2004-05-20

Gmail Issues Explained

I'd like to take a moment and discuss some of the issues surrounding Google's giant new e-mail service, Gmail, which has had so much controversy this last month and a half.

As I see it, there are two main issues that still float around a lot of people's minds: Gmail's policy of scanning e-mail content for advertisements and retaining e-mails after users choose to delete them. In this post, I hope to show how both of these issues are misunderstood, and how Gmail is really no more harmful than any other similar webmail service on the Internet.

I'll start with the deletion policy. Many people are worried that Google intends to keep every e-mail you send and receive indefinitely, even if you select the e-mail and delete it yourself. This is because in Gmail's privacy policy, it said that e-mails would reside on their servers after the user deleted them. However, as it was later revealed, this was simply a disclaimer referring to their backup system.

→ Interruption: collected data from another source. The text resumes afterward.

def omega_alpha(A):
    """ω(A) = λmax((A+Aᵀ)/2) and α(A) = max Re λ, by numpy (LAPACK)."""
    D = A.toarray() if sp.issparse(A) else np.asarray(A)
    om = float(np.max(np.linalg.eigvalsh((D + D.T) / 2)))
    al = float(np.max(np.linalg.eigvals(D).real))
    return om, al


def gen_check(dissipative, stable, omega, alpha, reference):
    """A wellposed(A, omega=0) check; stable None for a marginal α = 0 (no sign to test)."""
    c = {"var": "gen", "dissipative": bool(dissipative), "omega_A": float(omega),
         "alpha": float(alpha), "reference": reference,
         # the sign of α(A): −1 (decays), +1 (grows), 0 (α = 0 exactly)
         "alpha_sign": 0 if stable is None else (-1 if stable else 1)}
    if stable is not None:
        c["stable"] = bool(stable)
    return c


def weighted_omega(D, W):
    """ω_W(A) = λmax of the symmetric part of R A R⁻¹, W = RᵀR (Cholesky)."""
    R = np.linalg.cholesky(W).T
    B = R @ D @ np.linalg.inv(R)
    return float(np.max(np.linalg.eigvalsh((B + B.T) / 2)))


# ------------------------------------------------- family 1: second-order

def second_order_modal(kind, n, kappa, a, b, q0, v0, times, dps=30):
    """e^{tA}(q0, v0) for A = [[0, I], [−K, −C]], K = κ T (string) or κ T²
    (beam), T = tridiag(−1, 2, −1)(n+1)², C = aI + bK: every sine mode
    s_j(i) = sin(jπi/(n+1)) solves x'' + (a + b k_j) x' + k_j x = 0 in
    closed form."""
    with mpmath.workdps(dps):
        N1 = n + 1
        h2 = mpmath.mpf(N1) ** 2
        S = [[mpmath.sin(mpmath.pi * j * i / N1) for i in range(1, n + 1)] for j in range(1, n + 1)]
        qh = [2 * mpmath.fsum(S[j][i] * q0[i] for i in range(n)) / N1 for j in range(n)]
        vh = [2 * mpmath.fsum(S[j][i] * v0[i] for i in range(n)) / N1 for j in range(n)]
        out = []
        roots = []
        for j in range(n):
            tj = 4 * h2 * mpmath.sin(mpmath.pi * (j + 1) / (2 * N1)) ** 2
            k = kappa * (tj if kind == "string" else tj ** 2)
            c = a + b * k
            disc = mpmath.sqrt(mpmath.mpc(c * c - 4 * k))
            rp, rm = (-c + disc) / 2, (-c - disc) / 2
            assert abs(rp - rm) > mpmath.mpf(10) ** (-10) * (1 + abs(rp)), "critical damping"
            roots.append((rp, rm))
        for t in times:
            x, xd = [], []
            for j in range(n):
                rp, rm = roots[j]
                A_ = (vh[j] - rm * qh[j]) / (rp - rm)
                B_ = qh[j] - A_
                ep, em = mpmath.exp(rp * t), mpmath.exp(rm * t)
                x.append(mpmath.re(A_ * ep + B_ * em))
                xd.append(mpmath.re(rp * A_ * ep + rm * B_ * em))
            q = [float(mpmath.fsum(S[j][i] * x[j] for j in range(n))) for i in range(n)]
            v = [float(mpmath.fsum(S[j][i] * xd[j] for j in range(n))) for i in range(n)]
            out.append(np.array(q + v))
        alpha = max(float(mpmath.re(r[0])) for r in roots)
        return out, alpha
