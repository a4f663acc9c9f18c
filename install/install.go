// Package install writes the Semiflow kernelspec — kernel.json and logos —
// where Jupyter looks for kernels, and removes it again. It needs no Python.
//
// A kernelspec is a directory DATA/kernels/NAME holding kernel.json (the
// command line Jupyter runs, with {connection_file} standing for the path of
// the connection file) and optional logo-32x32.png, logo-64x64.png,
// logo-svg.svg and kernel.js (here: the notebook's syntax highlighting).
package install

import (
	"encoding/json"
	"errors"
	"fmt"
	"os"
	"path/filepath"
	"regexp"
	"strings"
)

// Scope says which Jupyter data directory receives the kernelspec.
type Scope int

const (
	User      Scope = iota // ~/.local/share/jupyter
	SysPrefix              // the active environment's share/jupyter
	Prefix                 // Options.Prefix/share/jupyter
)

// Options configures Install and Uninstall.
type Options struct {
	Scope      Scope
	Prefix     string // with Scope Prefix
	Name       string // kernelspec directory name; default "semiflow"
	Executable string // absolute path of the semiflow binary; default os.Executable
	// Env looks up environment variables (default os.Getenv).
	Env func(string) string
	// Words are the names kernel.js highlights (see KernelJS).
	Words Words
}

// ErrName reports a kernelspec name Jupyter would not accept.
var ErrName = errors.New("install: kernel name must be letters, digits, '.', '_' or '-'")

// ErrNotFound reports an uninstall with nothing to remove.
var ErrNotFound = errors.New("install: no semiflow kernelspec found")

var validName = regexp.MustCompile(`^[A-Za-z0-9._-]+$`)

func (o *Options) defaults() error {
	if o.Name == "" {
		o.Name = "semiflow"
	}
	if !validName.MatchString(o.Name) {
		return fmt.Errorf("%w: %q", ErrName, o.Name)
	}
	if o.Env == nil {
		o.Env = os.Getenv
	}
	return nil
}

// DataDir returns the Jupyter data directory for the options: DIR/share/jupyter
// for Prefix; otherwise JUPYTER_DATA_DIR when set; otherwise for SysPrefix
// the active virtual or conda environment's share/jupyter (VIRTUAL_ENV,
// CONDA_PREFIX), else /usr/local/share/jupyter; for User
// $XDG_DATA_HOME/jupyter or ~/.local/share/jupyter.
func DataDir(o Options) (string, error) {
	if err := o.defaults(); err != nil {
		return "", err
	}
	switch o.Scope {
	case Prefix:
		if o.Prefix == "" {
			return "", errors.New("install: --prefix needs a directory")
		}
		p, err := filepath.Abs(o.Prefix)
		if err != nil {
			return "", err
		}
		return filepath.Join(p, "share", "jupyter"), nil
	}
	if d := o.Env("JUPYTER_DATA_DIR"); d != "" {
		return filepath.Abs(d)
	}
	switch o.Scope {
	case SysPrefix:
		for _, v := range []string{"VIRTUAL_ENV", "CONDA_PREFIX"} {
			if p := o.Env(v); p != "" {
				return filepath.Join(p, "share", "jupyter"), nil
			}
		}
		return "/usr/local/share/jupyter", nil
	}
	if x := o.Env("XDG_DATA_HOME"); x != "" {
		return filepath.Join(x, "jupyter"), nil
	}
	home := o.Env("HOME")
	if home == "" {
		h, err := os.UserHomeDir()
		if err != nil {
			return "", err
		}
		home = h
	}
	return filepath.Join(home, ".local", "share", "jupyter"), nil
}

// Spec is the content of kernel.json.
type Spec struct {
	Argv          []string       `json:"argv"`
	DisplayName   string         `json:"display_name"`
	Language      string         `json:"language"`
	InterruptMode string         `json:"interrupt_mode"`
	Env           map[string]any `json:"env"`
	Metadata      map[string]any `json:"metadata"`
}

// NewSpec returns the kernelspec for the binary at exe.
func NewSpec(exe string) Spec {
	return Spec{
		Argv:          []string{exe, "kernel", "{connection_file}"},
		DisplayName:   "Semiflow",
		Language:      "semiflow",
		InterruptMode: "message",
		Env:           map[string]any{},
		Metadata:      map[string]any{"debugger": false, "semiflow": map[string]any{"file_extension": ".sf"}},
	}
}

// Install writes DATA/kernels/NAME/{kernel.json, kernel.js, logo-32x32.png,
// logo-64x64.png, logo-svg.svg} and returns the directory.
func Install(o Options) (string, error) {
	if err := o.defaults(); err != nil {
		return "", err
	}
	data, err := DataDir(o)
	if err != nil {
		return "", err
	}
	exe := o.Executable
	if exe == "" {
		if exe, err = os.Executable(); err != nil {
			return "", err
		}
	}
	if exe, err = filepath.Abs(exe); err != nil {
		return "", err
	}
	if r, err := filepath.EvalSymlinks(exe); err == nil {
		exe = r
	}
	dir := filepath.Join(data, "kernels", o.Name)
	if err := os.MkdirAll(dir, 0o755); err != nil {
		return "", err
	}
	js, err := json.MarshalIndent(NewSpec(exe), "", " ")
	if err != nil {
		return "", err
	}
	files := map[string][]byte{
		"kernel.json":    append(js, '\n'),
		"logo-32x32.png": LogoPNG(32),
		"logo-64x64.png": LogoPNG(64),
		"logo-svg.svg":   []byte(LogoSVG()),
		"kernel.js":      []byte(KernelJS(o.Words)),
	}
	for name, b := range files {
		if err := os.WriteFile(filepath.Join(dir, name), b, 0o644); err != nil {
			return "", err
		}
	}
	return dir, nil
}

// SearchPath returns the data directories Jupyter would search, in order:
// each entry of JUPYTER_PATH, JUPYTER_DATA_DIR, the user directory, the
// environment's, /usr/local/share/jupyter and /usr/share/jupyter.
func SearchPath(o Options) []string {
	_ = o.defaults()
	var dirs []string
	add := func(d string) {
		if d == "" {
			return
		}
		for _, x := range dirs {
			if x == d {
				return
			}
		}
		dirs = append(dirs, d)
	}
	if p := o.Env("JUPYTER_PATH"); p != "" {
		for _, d := range strings.Split(p, string(os.PathListSeparator)) {
			add(d)
		}
	}
	add(o.Env("JUPYTER_DATA_DIR"))
	if o.Scope == Prefix && o.Prefix != "" {
		if d, err := DataDir(o); err == nil {
			add(d)
		}
	}
	for _, s := range []Scope{User, SysPrefix} {
		q := o
		q.Scope = s
		if d, err := DataDir(q); err == nil {
			add(d)
		}
	}
	add("/usr/local/share/jupyter")
	add("/usr/share/jupyter")
	return dirs
}

// Uninstall removes every kernelspec named o.Name on the search path whose
// kernel.json declares the language "semiflow" (a kernelspec of another
// language with the same name is left alone). It returns the directories
// removed, or ErrNotFound.
func Uninstall(o Options) ([]string, error) {
	if err := o.defaults(); err != nil {
		return nil, err
	}
	var removed []string
	for _, data := range SearchPath(o) {
		dir := filepath.Join(data, "kernels", o.Name)
		b, err := os.ReadFile(filepath.Join(dir, "kernel.json"))
		if err != nil {
			continue
		}
		var s Spec
		if json.Unmarshal(b, &s) != nil || s.Language != "semiflow" {
			continue
		}
		if err := os.RemoveAll(dir); err != nil {
			return removed, err
		}
		removed = append(removed, dir)
	}
	if len(removed) == 0 {
		return nil, fmt.Errorf("%w under the name %q (searched %s)", ErrNotFound, o.Name, strings.Join(SearchPath(o), ", "))
	}
	return removed, nil
}
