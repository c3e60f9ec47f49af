"""numba kernels of greedy play after learning: the limit cycle, the impulse response and the value of a deviation.

Inputs are the groups of :mod:`sim.learning.inputs`; the twins are :func:`sim.learning.twin.reference_analysis`
and :func:`sim.learning.twin.reference_estimate`, equal bit for bit.

The whole system is one integer, ``x = s + S * sum_i z[i] * zplace[i]`` (``s`` the history state, ``z[i]`` the
state of automaton seat ``i``, ``zn[i]`` its number of states; ``zn = 1``, ``zplace = 0`` for learners). With
deterministic automata, greedy play is a map on these integers, and its cycle is found by Brent's method
(:func:`analyse_limit`, exact). With an automaton that acts at random greedy play is a Markov chain on them instead;
:func:`estimate_limit` simulates it (a seeded estimate, no cycle). The estimate continues the session's stream for
its main path and gives each simulated deviation a non-overlapping subsequence of it (jumps of 2**128 draws); the
exact analysis draws nothing.
"""

from __future__ import annotations

import numpy as np
from numba import njit

from sim.core.rng import next_u64
from sim.learning.inputs import AUTOMATON, LEARNER
from strategies.step import bad_signal, choose_level, next_state

__all__ = ["JUMP", "analyse_limit", "cycle_of", "estimate_limit", "jump", "value_of"]

#: xoshiro256** jump polynomial: advancing by 2**128 draws (Blackman and Vigna, 2021, "Scrambled linear
#: pseudorandom number generators", ACM TOMS 47(4); their reference code's ``jump``)
JUMP = np.array([0x180EC6D33CFD0ABA, 0xD5A61266F0C9392C, 0xA9582618E03FC9AA, 0x39ABDC4529B1661C], dtype=np.uint64)

#: a deviation "pays" when its value gain exceeds this share of the value without it (at least 1)
_PAYS_TOL = 1e-9


@njit(cache=True, nogil=True)
def _profile(x, play):
    """The profile everyone plays greedily in system state ``x``."""
    # the arrays as locals, taken once: an access through a tuple takes and releases a reference every time
    kind, lidx, radix, place, mod, zn, zplace = (play.seats.kind, play.seats.lidx, play.seats.radix,
                                                 play.seats.place, play.seats.mod, play.seats.zn, play.seats.zplace)
    a_states, a_probs, a_firms, act_of_level = (play.automata.states, play.automata.probs, play.automata.firms,
                                                play.automata.act_of_level)
    greedy, rng, t_end, S = play.greedy, play.rng, play.t_end, play.stage.S
    s = x % S
    zc = x // S
    prof = 0
    for i in range(radix.size):
        if kind[i] == LEARNER:
            si = s if mod[i] == S else s % mod[i]
            a = greedy[lidx[i], si]
        else:
            zi = (zc // zplace[i]) % zn[i]
            lev, _c = choose_level(i, zi, t_end, a_states, a_probs, a_firms, rng)
            a = act_of_level[i, lev]
        prof += a * place[i]
    return prof


@njit(cache=True, nogil=True)
def _after(x, prof, play):
    """System state after profile ``prof`` is played in system state ``x``."""
    kind, radix, place, zn, zplace, owner = (play.seats.kind, play.seats.radix, play.seats.place, play.seats.zn,
                                             play.seats.zplace, play.seats.owner)
    M, S, K, payoff, mprice, values, qs = (play.stage.M, play.stage.S, play.stage.K, play.stage.payoff,
                                           play.stage.mprice, play.stage.values, play.stage.quantity_setting)
    n = radix.size
    s = x % S
    zc = x // S
    s_new = prof if K == 1 else prof + (s * M) % S
    if zc == 0 and zn.max() == 1:
        return s_new
    a_states, a_probs, a_levels, rng = play.automata.states, play.automata.probs, play.automata.levels, play.rng
    vals = np.empty(n, np.float64)
    for i in range(n):
        vals[i] = values[i, (prof // place[i]) % radix[i]]
    zc_new = 0
    for i in range(n):
        if kind[i] == AUTOMATON:
            zi = (zc // zplace[i]) % zn[i]
            bad = bad_signal(i, zi, n, vals, owner, mprice[prof], payoff[prof, i], 0.0, a_states, a_probs, a_levels,
                             qs, rng)
            zc_new += next_state(i, zi, bad, a_states, a_probs, rng) * zplace[i]
    return s_new + S * zc_new


@njit(cache=True, nogil=True)
def _next(x, play):
    return _after(x, _profile(x, play), play)
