class Market(Parametrized):
    """An oligopoly market.

    Parameters
    ----------
    demand : Demand
        A demand system (:class:`~sim.models.demand.LinearDemand`, :class:`~sim.models.demand.DifferentiatedDemand`,
        :class:`~sim.models.demand.LogitDemand`, :class:`~sim.models.demand.IsoelasticDemand`).
    cost : float or list of float
        Constant marginal cost of each firm (>= 0; a single value applies to every firm).
    model : {"cournot", "bertrand"}
        Competition in quantities or in prices.
    n_firms : int, optional
        Number of firms; inferred from the per-firm lists when omitted.
    capacity : float or list of float, optional
        Per-firm capacity (> 0), quantity competition only.
    tick : float
        Price step for homogeneous Bertrand; 0 means continuous prices (see the module notes).
    owner : list of int, optional
        Multi-product firms: the firm number (1, 2, ...) that owns each product. Per-product lists
        (cost, intercept, quality) then have one entry per product. Differentiated and logit demand
        only; with a homogeneous good a firm with several plants is one firm (combine them).

    Examples
    --------
    >>> m = Market(LinearDemand(intercept=10, slope=1), cost=1.0, n_firms=3)
    >>> m.spec().n_firms
    3
    """

    _constraints = {
        "model": Options(*MODELS),
        "n_firms": optional(Integer(2, MAX_FIRMS)),
        "cost": PerFirm(Real(0, MAX_MAGNITUDE)),
        "capacity": optional(PerFirm(Real(0, MAX_MAGNITUDE, closed="right"))),
        "tick": Real(0, MAX_MAGNITUDE),
    }

    def __init__(self, demand, cost, model="cournot", n_firms=None, capacity=None, tick=0.0, owner=None):
        self.demand = demand
        self.cost = cost
        self.model = model
        self.n_firms = n_firms
        self.capacity = capacity
        self.tick = tick
        self.owner = owner

    @classmethod
    def _param_names(cls):
        return ["demand", "cost", "model", "n_firms", "capacity", "tick", "owner"]

    def __setattr__(self, name, value):
        object.__setattr__(self, name, value)
        if name != "_spec_cache":
            object.__setattr__(self, "_spec_cache", None)

    def clone(self, **changes):
        params = self.get_params()
        if "demand" not in changes:
            params["demand"] = self.demand.clone()
        params.update(changes)
        return type(self)(**params)

    def _infer_n(self, prefix: str) -> int:
        """Number of products (= firms without an owner map)."""
        if self.owner is not None:
            if not isinstance(self.owner, list | tuple | np.ndarray) or len(self.owner) < 2:
                raise InputError(f"{prefix}.owner", f"must list the owning firm of each product, got {self.owner!r}")
            return len(self.owner)
        if self.n_firms is not None:
            return Integer(2, MAX_FIRMS).check(f"{prefix}.n_firms", self.n_firms)
        candidates = []
        for key, value in (("cost", self.cost), ("capacity", self.capacity)):
            if isinstance(value, list | tuple | np.ndarray):
                candidates.append((key, len(value)))
        if isinstance(self.demand, Demand):
            for name, value in self.demand.get_params().items():
                if isinstance(value, list | tuple | np.ndarray):
                    candidates.append((name, len(value)))
        if not candidates:
            raise InputError(f"{prefix}.n_firms", "give the number of firms (every per-firm value is a single number)")
        key0, n0 = candidates[0]
        for key, n in candidates[1:]:
            if n != n0:
                raise InputError(f"{prefix}.{key}", f"must have one value per firm ({n0}, as {key0}), got {n} values")
        if not 2 <= n0 <= MAX_FIRMS:
            raise InputError(f"{prefix}.n_firms", f"must be an integer in [2, {MAX_FIRMS}], got {n0}")
        return n0

    def spec(self, prefix: str = "market") -> MarketSpec:
        """Validate the market and return its numeric form (cached until a parameter changes)."""
        cached = getattr(self, "_spec_cache", None)
        if cached is not None and cached[0] == prefix:
            return cached[1]
        if not isinstance(self.demand, Demand):
            raise InputError(
                f"{prefix}.demand", f"must be one of {', '.join(DEMAND_TYPES)}, got {self.demand!r}"
            )
        model = Options(*MODELS).check(f"{prefix}.model", self.model)
        if model not in self.demand.models:
            raise InputError(
                f"{prefix}.model",
                f"{self.demand.name} demand supports {' or '.join(self.demand.models)} competition, got {model!r}",
            )
        n = self._infer_n(prefix)
        p = self._check_params(prefix, n)
        dspec: DemandSpec = self.demand.spec(n, prefix)
        cost = p["cost"]
        if p["capacity"] is not None and model == "bertrand":
            raise InputError(
                f"{prefix}.capacity",
                "capacities are supported with quantity (cournot) competition only; price competition "
                "with capacity constraints is out of scope",
            )
        cap = p["capacity"] if p["capacity"] is not None else np.full(n, np.inf)
        if dspec.kind == "differentiated" and model == "bertrand" and dspec.scalars[1] >= 1.0:
            raise InputError(
                f"{prefix}.substitution",
                "price competition needs substitution < 1; use demand = 'linear' for a homogeneous good",
            )
        _check_costs(prefix, dspec, cost)
        if p["tick"] > 0 and not (dspec.kind == "linear" and model == "bertrand"):
            raise InputError(f"{prefix}.tick", "a price tick applies to homogeneous Bertrand only")
        owner, n_owners = _check_owner(prefix, self.owner, n, self.n_firms, dspec.kind)
        ms = MarketSpec(n, n_owners, owner, model, dspec, cost, cap, p["tick"], _CODES[(dspec.kind, model)])
        object.__setattr__(self, "_spec_cache", (prefix, ms))
        return ms

    # thin conveniences so that users need not touch the spec
    def profits(self, actions, shock=1.0):
        """Per-product profits of action profiles of shape (..., n_products)."""
        return self.spec().profits(actions, shock)

    def firm_profits(self, actions, shock=1.0):
        """Per-firm profits of action profiles of shape (..., n_products)."""
        return self.spec().firm_profits(actions, shock)

    def evaluate(self, actions, shock=1.0):
        """Quantities, prices and profits of action profiles of shape (..., n_firms)."""
        return self.spec().evaluate(actions, shock)

    def to_dict(self) -> dict:
        """Flat description in the layout of an experiment file's ``[market]`` table."""
        out = {"model": self.model, "demand": self.demand.name}
        for k, v in self.demand.get_params().items():
            if v is not None:
                out[k] = _plain(v)
        out["cost"] = _plain(self.cost)
        if self.n_firms is not None:
            out["n_firms"] = self.n_firms
        if self.capacity is not None:
            out["capacity"] = _plain(self.capacity)
        if self.tick:
            out["tick"] = self.tick
        if self.owner is not None:
            out["owner"] = _plain(self.owner)
        return out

Because we keep back-up copies of data for the purposes of recovery from errors or system failure, residual copies of email may remain on our systems for some time, even after you have deleted messages from your mailbox or after the termination of your account.

[Source]

They backup the data on their servers regularly, and all that Google is saying is that when you delete an e-mail, the backups of that e-mail will still remain until the next backup is made. Cofounder Sergey Brin has said straightforward that the backups will eventually be deleted:

Steve Gillmor: Is it possible to delete messages, or does everything continue to reside in AllMail?

Sergey Brin: Oh, no, no, that was just poor wording on our part. It's just that we make a variety of backups, and we can't guarantee instantaneous deletion. Stuff that's on tapes, and those are offline—we eventually delete it, but we can't guarantee an instantaneous deletion.

[Source]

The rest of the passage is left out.